Data extracted from a collection:
-- Opening Marker --

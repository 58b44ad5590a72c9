import type { Glitch } from '../making/happenings.ts';
import { RECEIVERS, type Receiver } from '../making/observatory.ts';
import type { InventedPulsar } from '../making/pulsars.ts';

/** Five invented pulsars, one of each kind that a programme may hold, and what was planted in them. */

export type Kind = 'ordinary' | 'young' | 'millisecond binary' | 'accreting' | 'magnetar';

export interface PulsarOfKind extends InventedPulsar {
  readonly kind: Kind;
}

const { ridge1400 } = RECEIVERS;

/** A telescope in orbit: its team delivers times at the barycentre, in TDB, and there is no dispersion in X-rays. */
const ORBITING: Receiver = {
  name: 'x-ray counter',
  feed: 'x-ray',
  site: 'barycentre',
  frequencyMhz: Number.POSITIVE_INFINITY,
  delayUs: 40,
};

export const PULSARS_OF_KINDS: readonly PulsarOfKind[] = [
  {
    kind: 'ordinary',
    name: 'KR 0312+46',
    rightAscension: '03:12:27.9034',
    declination: '+46:19:50.712',
    properMotionMasPerYr: [2.6, -5.1],
    parallaxMas: 0.5,
    dispersionMeasure: 37.481,
    frequencyHz: '1.7340921866512',
    frequencyDerivativeHzPerS: -3.362e-15,
    timingNoiseUs: 40,
    uncertaintyScale: 1.2,
    programme: [{ receiver: ridge1400, everyNights: 5, startNight: 1, uncertaintyUs: 150 }],
  },
  {
    kind: 'young',
    name: 'KR 0658-14',
    rightAscension: '06:58:13.2207',
    declination: '-14:41:09.338',
    properMotionMasPerYr: [-9.4, 3.7],
    parallaxMas: 0.4,
    dispersionMeasure: 96.203,
    frequencyHz: '13.6102884571903',
    frequencyDerivativeHzPerS: -2.1174e-11,
    timingNoiseUs: 2000,
    uncertaintyScale: 1.3,
    programme: [{ receiver: ridge1400, everyNights: 3, startNight: 0, uncertaintyUs: 120 }],
  },
  {
    kind: 'millisecond binary',
    name: 'KR 1427-05',
    rightAscension: '14:27:51.740318',
    declination: '-05:22:36.10974',
    properMotionMasPerYr: [4.9, -8.2],
    parallaxMas: 1.2,
    positionErrorMas: 0.02,
    dispersionMeasure: 19.6044,
    frequencyHz: '300.18274466190573',
    frequencyDerivativeHzPerS: -6.04e-16,
    timingNoiseUs: 0.2,
    uncertaintyScale: 1.1,
    orbit: {
      periodDays: 5.7410461,
      semiMajorAxisLightS: 3.3666918,
      eccentricity: 1.94e-3,
      periastronLongitudeDeg: 176.2,
      periastronMjd: 60_551.07412,
    },
    programme: [{ receiver: ridge1400, everyNights: 4, startNight: 2, uncertaintyUs: 1 }],
  },
  {
    kind: 'accreting',
    name: 'KR 1839-26',
    rightAscension: '18:39:40.18',
    declination: '-26:07:51.4',
    properMotionMasPerYr: [0, 0],
    parallaxMas: 0,
    dispersionMeasure: 0,
    frequencyHz: '1.2407731918',
    frequencyDerivativeHzPerS: 2.31e-12,
    timingNoiseUs: 1.2e6,
    uncertaintyScale: 1.2,
    orbit: {
      periodDays: 11.583062,
      semiMajorAxisLightS: 26.4417,
      eccentricity: 0.118,
      periastronLongitudeDeg: 61.3,
      periastronMjd: 60_548.3317,
    },
    programme: [{ receiver: ORBITING, everyNights: 2, startNight: 0, uncertaintyUs: 3000 }],
  },
  {
    kind: 'magnetar',
    name: 'KR 2107+52',
    rightAscension: '21:07:08.91',
    declination: '+52:33:17.6',
    properMotionMasPerYr: [0, 0],
    parallaxMas: 0,
    dispersionMeasure: 0,
    frequencyHz: '0.1433076218',
    frequencyDerivativeHzPerS: -9.61e-15,
    timingNoiseUs: 20_000,
    uncertaintyScale: 1.2,
    programme: [{ receiver: ORBITING, everyNights: 10, startNight: 3, uncertaintyUs: 30_000 }],
  },
];

export const GLITCHES_OF_KINDS: readonly Glitch[] = [
  {
    pulsar: 'KR 0658-14',
    epochMjd: 60_841.27,
    deltaNuOverNu: 2.27e-6,
    deltaNuDotOverNuDot: 9.1e-3,
    recoveries: [{ fraction: 0.012, timescaleDays: 14 }],
  },
  // The magnetar is slowed down, as one was seen to be (Archibald et al. 2013, Nature 497, 591: −3.1e-7).
  { pulsar: 'KR 2107+52', epochMjd: 60_862.9, deltaNuOverNu: -3.4e-7, deltaNuDotOverNuDot: 0, recoveries: [] },
];
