/// Two equal three-hinged spans with one load of 100 kN at mid-span of the left one: it pushes with P L / (4 f) = 100 x 20 / 16
/// = 125 kN on the pier (statics), the other with nothing; a load of 40 kN over the right one takes 50 kN from that.
#[test]
fn neighbouring_spans_push_on_their_pier() {
    let arch = |x: f64, handle: u32| {
        polyline("ARCH-AXIS", handle, &[[x, 0.0, 0.0], [x + 10.0, 4.0, 0.0], [x + 20.0, 0.0, 0.0]], false)
    };
    let load = |x: f64, kn: f64, handle: u32| {
        format!(
            "0 POINT|5 {handle:X}|8 ARCH-LOADS|10 {x}|20 6|0 TEXT|5 {:X}|8 ARCH-LOADS|10 {x}|20 6.2|40 0.2|1 {kn} kN|",
            handle + 1
        )
    };
    let entities = arch(0.0, 0xA1) + &arch(21.0, 0xA2) + &load(10.0, 100.0, 0xB1) + &load(31.0, 40.0, 0xC1);
    let job = |limit: f64| {
        format!(
            "[rib]\ndepth = 0.5\nsupport = \"three-hinged\"\ntension = true\n[limits]\npier_push = {limit}\n"
        )
    };
    let run = good(&entities, &job(80.0));
    let pier = &run.spans[0].piers[0];
    assert_eq!((pier.case.as_str(), pier.next.as_str()), ("drawn", "span 2"));
    near(pier.least.unwrap(), 75.0, 1e-9);
    near(pier.greatest.unwrap(), 75.0, 1e-9);
    let verdict = |run: &Run| run.findings.iter().find(|f| f.check == Check::PierPush).map(|f| f.verdict);
    assert_eq!(verdict(&run), Some(thrustmark::outcome::FindingVerdict::Within));
    assert_eq!(verdict(&good(&entities, &job(70.0))), Some(thrustmark::outcome::FindingVerdict::Outside));
    // A train adds pushes that the limit was not held against.
    let train = "[[traffic]]\nname = \"axle\"\naxles = [[0.0, 100.0]]\nthrough = \"posts\"\nshare = 1.0\n";
    let moving = good(&entities, &(job(80.0) + train));
    assert!(says(&moving, "`pier_push` was not judged: under axle"));
    assert_eq!(moving.verdict, Some(thrustmark::outcome::Verdict::Unchecked));
    // Rings without tension leave a range: from the least push of one and the greatest of the other.
    let ring =
        |x: f64, handle: u32| polyline("ARCH-AXIS", handle, &[[x, 0.0, -0.5], [x + 10.0, 0.0, 0.0]], false);
    let entities = ring(0.0, 0xA1) + &ring(11.0, 0xA2);
    let job = "[rib]\ndepth = 0.8\nwidth = 1.0\nunit_weight = 22.0\nsupport = \"none\"\n\
               [line]\ndraw = [\"least-thrust\", \"greatest-thrust\"]\n[limits]\npier_push = 1.0\n";
    let run = good(&entities, job);
    let push = |kind| {
        let line = run.spans[0].cases[0].lines.iter().find(|l| l.kind == kind).unwrap();
        line.left.as_ref().unwrap().horizontal
    };
    let range = push(thrustmark::outcome::LineKind::GreatestThrust)
        - push(thrustmark::outcome::LineKind::LeastThrust);
    assert!(range > 5.0);
    let pier = &run.spans[0].piers[0];
    near(pier.greatest.unwrap(), range, 1e-8);
    near(pier.least.unwrap(), -range, 1e-8);
    assert!(says(&run, "it lies within what is possible"));
    assert!(says(
        &good(&segmental(10.0, 2.5), &FILLED.replace("[[area]]", "[limits]\npier_push = 9\n[[area]]")),
        "no pier"
    ));
}
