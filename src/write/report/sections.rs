//! The parts of the report on one drawing, from what was checked to the places for signatures.

use serde_json::Value;

use super::page::{Block, Page, figures, sentence, words};
use crate::outcome::{Check, Finding, FindingVerdict, Load, MagnitudeFrom, Run, Source, Status, Units};
use crate::refusal::Refusal;
use crate::write::annotate::note::omitted;
use crate::write::annotate::shown::Shown;
use crate::write::annotate::{check_name, governing, kind_name, worst_case};
use crate::write::picture;
use crate::write::text::{self, four_digits, metres, signed_small};

/// Why a drawing was refused, and what would mend it.
pub fn refusal(error: &Refusal, page: &mut Page) {
    page.section("Why it was not read", "plain");
    page.paragraph(&error.message);
    let line = error.line.map(|l| l.to_string()).unwrap_or_default();
    let or_none = |value: &Option<String>| value.clone().unwrap_or_default();
    page.list(
        "facts",
        &[
            ("Line of the file".into(), line),
            ("Handle".into(), or_none(&error.handle)),
            ("Layer".into(), or_none(&error.layer)),
            ("To mend it".into(), error.remedy.clone()),
        ],
    );
    page.end();
}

-- Closing Marker --

◆ **WHAT TO PRODUCE**: Which lines above run from the one containing "let verdict = |run: &Run|" down to the one containing "not held against."? Repeat exactly those, both ends included, and nothing else.

◆ **RESULT OF THE TASK**:
    let verdict = |run: &Run| run.findings.iter().find(|f| f.check == Check::PierPush).map(|f| f.verdict);
    assert_eq!(verdict(&run), Some(thrustmark::outcome::FindingVerdict::Within));
    assert_eq!(verdict(&good(&entities, &job(70.0))), Some(thrustmark::outcome::FindingVerdict::Outside));
    // A train adds pushes that the limit was not held against.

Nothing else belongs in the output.